-------- Data to use

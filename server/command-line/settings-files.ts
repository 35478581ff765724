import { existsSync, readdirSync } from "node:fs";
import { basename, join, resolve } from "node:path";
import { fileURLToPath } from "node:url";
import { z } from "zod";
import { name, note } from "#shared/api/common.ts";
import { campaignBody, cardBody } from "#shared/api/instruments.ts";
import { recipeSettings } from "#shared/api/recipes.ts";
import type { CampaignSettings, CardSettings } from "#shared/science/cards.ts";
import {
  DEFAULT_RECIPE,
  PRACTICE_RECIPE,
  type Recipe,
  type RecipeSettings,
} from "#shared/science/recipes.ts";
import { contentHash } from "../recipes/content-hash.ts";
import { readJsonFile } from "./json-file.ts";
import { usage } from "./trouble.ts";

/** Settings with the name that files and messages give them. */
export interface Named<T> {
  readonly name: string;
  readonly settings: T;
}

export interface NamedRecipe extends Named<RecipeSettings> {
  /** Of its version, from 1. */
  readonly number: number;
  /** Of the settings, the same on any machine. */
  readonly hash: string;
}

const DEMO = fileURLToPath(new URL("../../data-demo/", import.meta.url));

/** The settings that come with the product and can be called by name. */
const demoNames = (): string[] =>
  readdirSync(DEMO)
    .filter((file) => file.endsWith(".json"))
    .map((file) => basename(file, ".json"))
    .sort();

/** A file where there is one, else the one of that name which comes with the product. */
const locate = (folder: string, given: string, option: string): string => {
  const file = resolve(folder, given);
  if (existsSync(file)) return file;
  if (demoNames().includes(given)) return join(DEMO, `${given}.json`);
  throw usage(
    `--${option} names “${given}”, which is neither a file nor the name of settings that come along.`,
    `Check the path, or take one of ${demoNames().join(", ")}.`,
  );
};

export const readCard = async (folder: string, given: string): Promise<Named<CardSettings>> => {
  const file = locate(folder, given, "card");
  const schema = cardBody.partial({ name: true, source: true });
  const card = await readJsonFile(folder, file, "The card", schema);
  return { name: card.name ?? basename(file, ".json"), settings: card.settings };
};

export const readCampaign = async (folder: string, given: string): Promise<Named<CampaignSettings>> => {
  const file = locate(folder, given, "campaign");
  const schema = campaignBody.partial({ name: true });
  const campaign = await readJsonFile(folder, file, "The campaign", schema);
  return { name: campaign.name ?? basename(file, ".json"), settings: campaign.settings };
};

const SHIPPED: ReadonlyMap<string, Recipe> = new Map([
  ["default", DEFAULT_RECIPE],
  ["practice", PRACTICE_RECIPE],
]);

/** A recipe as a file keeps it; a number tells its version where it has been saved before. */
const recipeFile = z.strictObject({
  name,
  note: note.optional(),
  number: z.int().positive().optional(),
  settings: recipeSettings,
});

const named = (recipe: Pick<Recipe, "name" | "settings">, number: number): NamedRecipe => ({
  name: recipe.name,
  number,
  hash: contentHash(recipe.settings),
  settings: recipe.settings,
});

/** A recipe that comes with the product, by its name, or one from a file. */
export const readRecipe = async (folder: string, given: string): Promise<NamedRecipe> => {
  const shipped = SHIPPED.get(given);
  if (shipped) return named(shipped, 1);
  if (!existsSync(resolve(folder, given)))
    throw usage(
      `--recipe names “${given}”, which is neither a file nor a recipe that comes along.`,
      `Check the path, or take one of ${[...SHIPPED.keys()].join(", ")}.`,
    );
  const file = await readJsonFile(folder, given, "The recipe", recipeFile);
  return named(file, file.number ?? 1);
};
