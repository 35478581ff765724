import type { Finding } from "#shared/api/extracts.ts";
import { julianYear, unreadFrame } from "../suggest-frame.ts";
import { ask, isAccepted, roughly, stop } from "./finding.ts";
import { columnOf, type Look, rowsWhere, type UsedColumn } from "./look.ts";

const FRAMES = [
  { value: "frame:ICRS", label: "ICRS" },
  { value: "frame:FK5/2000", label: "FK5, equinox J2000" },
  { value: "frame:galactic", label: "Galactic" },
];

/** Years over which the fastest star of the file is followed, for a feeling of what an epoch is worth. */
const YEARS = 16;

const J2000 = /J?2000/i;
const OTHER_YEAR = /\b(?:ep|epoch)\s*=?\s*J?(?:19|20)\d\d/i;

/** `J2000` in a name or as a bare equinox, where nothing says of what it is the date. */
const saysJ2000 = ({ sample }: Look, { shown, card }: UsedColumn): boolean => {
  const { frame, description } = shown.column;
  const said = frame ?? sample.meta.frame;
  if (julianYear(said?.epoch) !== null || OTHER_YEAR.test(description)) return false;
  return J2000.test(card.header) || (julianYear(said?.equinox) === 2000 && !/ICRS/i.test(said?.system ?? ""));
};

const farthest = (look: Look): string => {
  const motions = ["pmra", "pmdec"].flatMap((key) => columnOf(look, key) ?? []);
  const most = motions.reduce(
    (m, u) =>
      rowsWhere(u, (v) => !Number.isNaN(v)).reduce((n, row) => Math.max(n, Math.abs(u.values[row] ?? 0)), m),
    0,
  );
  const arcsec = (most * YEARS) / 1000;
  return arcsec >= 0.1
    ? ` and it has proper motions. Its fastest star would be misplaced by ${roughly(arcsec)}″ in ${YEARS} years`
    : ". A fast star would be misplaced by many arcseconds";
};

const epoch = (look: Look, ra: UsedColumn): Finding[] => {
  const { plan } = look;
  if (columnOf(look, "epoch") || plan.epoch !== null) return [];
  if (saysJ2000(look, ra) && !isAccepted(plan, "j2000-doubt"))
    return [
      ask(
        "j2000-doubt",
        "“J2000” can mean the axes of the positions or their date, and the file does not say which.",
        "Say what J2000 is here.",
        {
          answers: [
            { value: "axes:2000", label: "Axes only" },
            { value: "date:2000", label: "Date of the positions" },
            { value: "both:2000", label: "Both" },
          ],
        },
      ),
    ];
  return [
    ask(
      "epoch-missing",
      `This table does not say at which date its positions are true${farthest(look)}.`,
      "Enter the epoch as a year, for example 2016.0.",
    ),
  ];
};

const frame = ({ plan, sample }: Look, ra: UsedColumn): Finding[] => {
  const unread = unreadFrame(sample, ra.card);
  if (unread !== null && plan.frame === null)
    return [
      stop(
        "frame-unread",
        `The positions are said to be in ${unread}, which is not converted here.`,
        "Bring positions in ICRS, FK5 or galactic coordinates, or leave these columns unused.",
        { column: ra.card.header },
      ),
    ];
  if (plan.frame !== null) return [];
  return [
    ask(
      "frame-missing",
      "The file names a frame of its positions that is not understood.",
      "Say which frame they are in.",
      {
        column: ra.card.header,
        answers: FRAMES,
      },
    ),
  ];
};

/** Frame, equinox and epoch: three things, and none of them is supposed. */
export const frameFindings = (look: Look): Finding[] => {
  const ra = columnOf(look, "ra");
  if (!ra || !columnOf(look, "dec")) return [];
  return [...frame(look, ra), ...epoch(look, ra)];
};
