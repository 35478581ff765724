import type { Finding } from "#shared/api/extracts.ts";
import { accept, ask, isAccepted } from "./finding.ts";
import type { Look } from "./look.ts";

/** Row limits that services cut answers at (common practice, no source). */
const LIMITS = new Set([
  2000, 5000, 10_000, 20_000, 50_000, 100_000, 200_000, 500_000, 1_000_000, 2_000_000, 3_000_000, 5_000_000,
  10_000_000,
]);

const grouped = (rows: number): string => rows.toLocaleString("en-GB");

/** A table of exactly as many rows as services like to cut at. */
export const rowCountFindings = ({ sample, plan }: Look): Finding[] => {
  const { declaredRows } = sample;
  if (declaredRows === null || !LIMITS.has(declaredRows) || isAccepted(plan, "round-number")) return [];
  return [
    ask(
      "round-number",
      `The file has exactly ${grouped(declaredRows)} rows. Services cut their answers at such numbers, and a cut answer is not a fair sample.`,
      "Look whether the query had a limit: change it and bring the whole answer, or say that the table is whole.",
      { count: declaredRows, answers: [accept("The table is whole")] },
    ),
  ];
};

----------------

◆ Exercise objective
Each entry above is to be transcribed word for word.

◆ Solution to the exercise
filename server/command-line/settings-files.ts
repository 35478581ff765724
import { existsSync, readdirSync } from "node:fs";
import { basename, join, resolve } from "node:path";
import { fileURLToPath } from "node:url";
import { z } from "zod";
import { name, note } from "#shared/api/common.ts";
import { campaignBody, cardBody } from "#shared/api/instruments.ts";
import { recipeSettings } from "#shared/api/recipes.ts";
import type { CampaignSettings, CardSettings } from "#shared/science/cards.ts";
import {
  DEFAULT_RECIPE,
  PRACTICE_RECIPE,
  type Recipe,
  type RecipeSettings,
} from "#shared/science/recipes.ts";
import { contentHash } from "../recipes/content-hash.ts";
import { readJsonFile } from "./json-file.ts";
import { usage } from "./trouble.ts";

/** Settings with the name that files and messages give them. */
export interface Named<T> {
  readonly name: string;
  readonly settings: T;
}

export interface NamedRecipe extends Named<RecipeSettings> {
  /** Of its version, from 1. */
  readonly number: number;
  /** Of the settings, the same on any machine. */
  readonly hash: string;
}

const DEMO = fileURLToPath(new URL("../../data-demo/", import.meta.url));

/** The settings that come with the product and can be called by name. */
const demoNames = (): string[] =>
  readdirSync(DEMO)
    .filter((file) => file.endsWith(".json"))
    .map((file) => basename(file, ".json"))
    .sort();

/** A file where there is one, else the one of that name which comes with the product. */
const locate = (folder: string, given: string, option: string): string => {
  const file = resolve(folder, given);
  if (existsSync(file)) return file;
  if (demoNames().includes(given)) return join(DEMO, `${given}.json`);
  throw usage(
    `--${option} names “${given}”, which is neither a file nor the name of settings that come along.`,
    `Check the path, or take one of ${demoNames().join(", ")}.`,
  );
};

export const readCard = async (folder: string, given: string): Promise<Named<CardSettings>> => {
  const file = locate(folder, given, "card");
  const schema = cardBody.partial({ name: true, source: true });
  const card = await readJsonFile(folder, file, "The card", schema);
  return { name: card.name ?? basename(file, ".json"), settings: card.settings };
};

export const readCampaign = async (folder: string, given: string): Promise<Named<CampaignSettings>> => {
  const file = locate(folder, given, "campaign");
  const schema = campaignBody.partial({ name: true });
  const campaign = await readJsonFile(folder, file, "The campaign", schema);
  return { name: campaign.name ?? basename(file, ".json"), settings: campaign.settings };
};

const SHIPPED: ReadonlyMap<string, Recipe> = new Map([
  ["default", DEFAULT_RECIPE],
  ["practice", PRACTICE_RECIPE],
]);

/** A recipe as a file keeps it; a number tells its version where it has been saved before. */
const recipeFile = z.strictObject({
  name,
  note: note.optional(),
  number: z.int().positive().optional(),
  settings: recipeSettings,
});

const named = (recipe: Pick<Recipe, "name" | "settings">, number: number): NamedRecipe => ({
  name: recipe.name,
  number,
  hash: contentHash(recipe.settings),
  settings: recipe.settings,
});

/** A recipe that comes with the product, by its name, or one from a file. */
export const readRecipe = async (folder: string, given: string): Promise<NamedRecipe> => {
  const shipped = SHIPPED.get(given);
  if (shipped) return named(shipped, 1);
  if (!existsSync(resolve(folder, given)))
    throw usage(
      `--recipe names “${given}”, which is neither a file nor a recipe that comes along.`,
      `Check the path, or take one of ${[...SHIPPED.keys()].join(", ")}.`,
    );
  const file = await readJsonFile(folder, given, "The recipe", recipeFile);
  return named(file, file.number ?? 1);
};
repository 35478581ff765724
import type { Finding } from "#shared/api/extracts.ts";
import { julianYear, unreadFrame } from "../suggest-frame.ts";
import { ask, isAccepted, roughly, stop } from "./finding.ts";
import { columnOf, type Look, rowsWhere, type UsedColumn } from "./look.ts";

const FRAMES = [
  { value: "frame:ICRS", label: "ICRS" },
  { value: "frame:FK5/2000", label: "FK5, equinox J2000" },
  { value: "frame:galactic", label: "Galactic" },
];

/** Years over which the fastest star of the file is followed, for a feeling of what an epoch is worth. */
const YEARS = 16;

const J2000 = /J?2000/i;
const OTHER_YEAR = /\b(?:ep|epoch)\s*=?\s*J?(?:19|20)\d\d/i;

/** `J2000` in a name or as a bare equinox, where nothing says of what it is the date. */
const saysJ2000 = ({ sample }: Look, { shown, card }: UsedColumn): boolean => {
  const { frame, description } = shown.column;
  const said = frame ?? sample.meta.frame;
  if (julianYear(said?.epoch) !== null || OTHER_YEAR.test(description)) return false;
  return J2000.test(card.header) || (julianYear(said?.equinox) === 2000 && !/ICRS/i.test(said?.system ?? ""));
};

const farthest = (look: Look): string => {
  const motions = ["pmra", "pmdec"].flatMap((key) => columnOf(look, key) ?? []);
  const most = motions.reduce(
    (m, u) =>
      rowsWhere(u, (v) => !Number.isNaN(v)).reduce((n, row) => Math.max(n, Math.abs(u.values[row] ?? 0)), m),
    0,
  );
  const arcsec = (most * YEARS) / 1000;
  return arcsec >= 0.1
    ? ` and it has proper motions. Its fastest star would be misplaced by ${roughly(arcsec)}″ in ${YEARS} years`
    : ". A fast star would be misplaced by many arcseconds";
};

const epoch = (look: Look, ra: UsedColumn): Finding[] => {
  const { plan } = look;
  if (columnOf(look, "epoch") || plan.epoch !== null) return [];
  if (saysJ2000(look, ra) && !isAccepted(plan, "j2000-doubt"))
    return [
      ask(
        "j2000-doubt",
        "“J2000” can mean the axes of the positions or their date, and the file does not say which.",
        "Say what J2000 is here.",
        {
          answers: [
            { value: "axes:2000", label: "Axes only" },
            { value: "date:2000", label: "Date of the positions" },
            { value: "both:2000", label: "Both" },
          ],
        },
      ),
    ];
  return [
    ask(
      "epoch-missing",
      `This table does not say at which date its positions are true${farthest(look)}.`,
      "Enter the epoch as a year, for example 2016.0.",
    ),
  ];
};

const frame = ({ plan, sample }: Look, ra: UsedColumn): Finding[] => {
  const unread = unreadFrame(sample, ra.card);
  if (unread !== null && plan.frame === null)
    return [
      stop(
        "frame-unread",
        `The positions are said to be in ${unread}, which is not converted here.`,
        "Bring positions in ICRS, FK5 or galactic coordinates, or leave these columns unused.",
        { column: ra.card.header },
      ),
    ];
  if (plan.frame !== null) return [];
  return [
    ask(
      "frame-missing",
      "The file names a frame of its positions that is not understood.",
      "Say which frame they are in.",
      {
        column: ra.card.header,
        answers: FRAMES,
      },
    ),
  ];
};

/** Frame, equinox and epoch: three things, and none of them is supposed. */
export const frameFindings = (look: Look): Finding[] => {
  const ra = columnOf(look, "ra");
  if (!ra || !columnOf(look, "dec")) return [];
  return [...frame(look, ra), ...epoch(look, ra)];
};
repository 35478581ff765724
import type { Finding } from "#shared/api/extracts.ts";
import { accept, ask, isAccepted } from "./finding.ts";
import type { Look } from "./look.ts";

/** Row limits that services cut answers at (common practice, no source). */
const LIMITS = new Set([
  2000, 5000, 10_000, 20_000, 50_000, 100_000, 200_000, 500_000, 1_000_000, 2_000_000, 3_000_000, 5_000_000,
  10_000_000,
]);

const grouped = (rows: number): string => rows.toLocaleString("en-GB");

/** A table of exactly as many rows as services like to cut at. */
export const rowCountFindings = ({ sample, plan }: Look): Finding[] => {
  const { declaredRows } = sample;
  if (declaredRows === null || !LIMITS.has(declaredRows) || isAccepted(plan, "round-number")) return [];
  return [
    ask(
      "round-number",
      `The file has exactly ${grouped(declaredRows)} rows. Services cut their answers at such numbers, and a cut answer is not a fair sample.`,
      "Look whether the query had a limit: change it and bring the whole answer, or say that the table is whole.",
      { count: declaredRows, answers: [accept("The table is whole")] },
    ),
  ];
};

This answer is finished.